| Data shown |
"""Source exclusions and preferences reach the publish stage and the provenance of the values they shape."""

from __future__ import annotations

import pytest

from decisions_fixtures import demo_copy
from pipeline.decisions import load_decisions, publish_decisions, resolve_all
from pipeline.store import open_store

LIT_N2 = "lit-nitrogen-critical-point"
SPAN_N2 = "span-2000-nitrogen-ancillaries"


@pytest.fixture()
def demo(tmp_path_factory, tmp_path):
    return demo_copy(tmp_path_factory, tmp_path)


def _provenance(demo, value_id: str) -> tuple[list[str], list[dict]]:
    with open_store(demo.store, read_only=True) as s:
        ids, derived = s.con.execute("SELECT decision_ids, was_derived_from FROM curated_provenance "
                                     "WHERE value_id = ?", [value_id]).fetchone()
    return ids, derived


def test_an_excluded_source_is_left_out_and_named_in_the_provenance(demo):
    """Excluding the literature nitrogen Tc leaves its candidate out 'by D-0001'; Tc is the ancillary-equation value 126.192 K (Span et al. 2000)."""
    assert demo.decide("exclude-source", "--fluid", "nitrogen", "--source", LIT_N2,
                       "--constant", "Tc", why="transcription under review") == 0
    assert demo.cli("publish", "-q", "--allow-failures", "--out", str(demo.root / "out")) == 0
    ids, derived = _provenance(demo, "nitrogen/critical:vapour,liquid/Tc")
    assert ids == ["D-0001"]
    (lit,) = [e for e in derived if e["source_id"] == LIT_N2]
    assert not lit["used"] and lit["note"] == "excluded by curation decision D-0001"
    (value,) = demo.query("SELECT value_si FROM curated_constants WHERE value_id = "
                          "'nitrogen/critical:vapour,liquid/Tc'")[0]
    assert value == pytest.approx(126.192)
    assert _provenance(demo, "nitrogen/critical:vapour,liquid/pc")[0] == []
    with open_store(demo.store, read_only=True) as s:
        (touch,) = resolve_all(s.con, load_decisions(demo.decisions))
    assert touch.values == ["nitrogen/critical:vapour,liquid/Tc"]


def test_a_preferred_source_names_its_decision(demo):
    """Preferring the ancillary-equation source for nitrogen pc records the decision on pc only."""
    assert demo.decide("prefer-source", "--fluid", "nitrogen", "--constant", "pc", "--source",
                       SPAN_N2, why="the reference equation's own critical pressure") == 0
    assert demo.cli("publish", "-q", "--allow-failures", "--out", str(demo.root / "out")) == 0
    assert _provenance(demo, "nitrogen/critical:vapour,liquid/pc")[0] == ["D-0001"]
    assert _provenance(demo, "nitrogen/critical:vapour,liquid/Tc")[0] == []


def test_constants_are_named_as_the_publish_stage_names_them(demo):
    """A whole-source exclusion is '*'; Tt without a point covers each of water's triple points."""
    assert demo.decide("exclude-source", "--fluid", "nitrogen", "--source", LIT_N2,
                       why="whole source") == 0
    assert demo.decide("exclude-source", "--fluid", "water", "--source",
                       "iapws-r14-08-water-melting-sublimation", "--constant", "Tt",
                       why="all its triple temperatures") == 0
    assert demo.decide("prefer-source", "--fluid", "water", "--constant", "pt", "--point",
                       "triple:liquid,Ih,III", "--source",
                       "iapws-r14-08-water-melting-sublimation", why="one point") == 0
    with open_store(demo.store, read_only=True) as s:
        d = publish_decisions(s.con, load_decisions(demo.decisions))
    assert d.exclude[("nitrogen", "*")] == {LIT_N2: "D-0001"}
    water_tt = sorted(k for (f, k) in d.exclude if f == "water")
    assert water_tt == ["triple:liquid,III,Ih|Tt", "triple:liquid,III,V|Tt",
                        "triple:vapour,liquid,Ih|Tt"]
    assert d.prefer == {("water", "triple:liquid,III,Ih|pt"):
                        ("iapws-r14-08-water-melting-sublimation", "D-0003")}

| Problem description |
Where the string "iapws" appears in a line of the material above, count that line, and say only how many there are.

| Response for this exercise |
3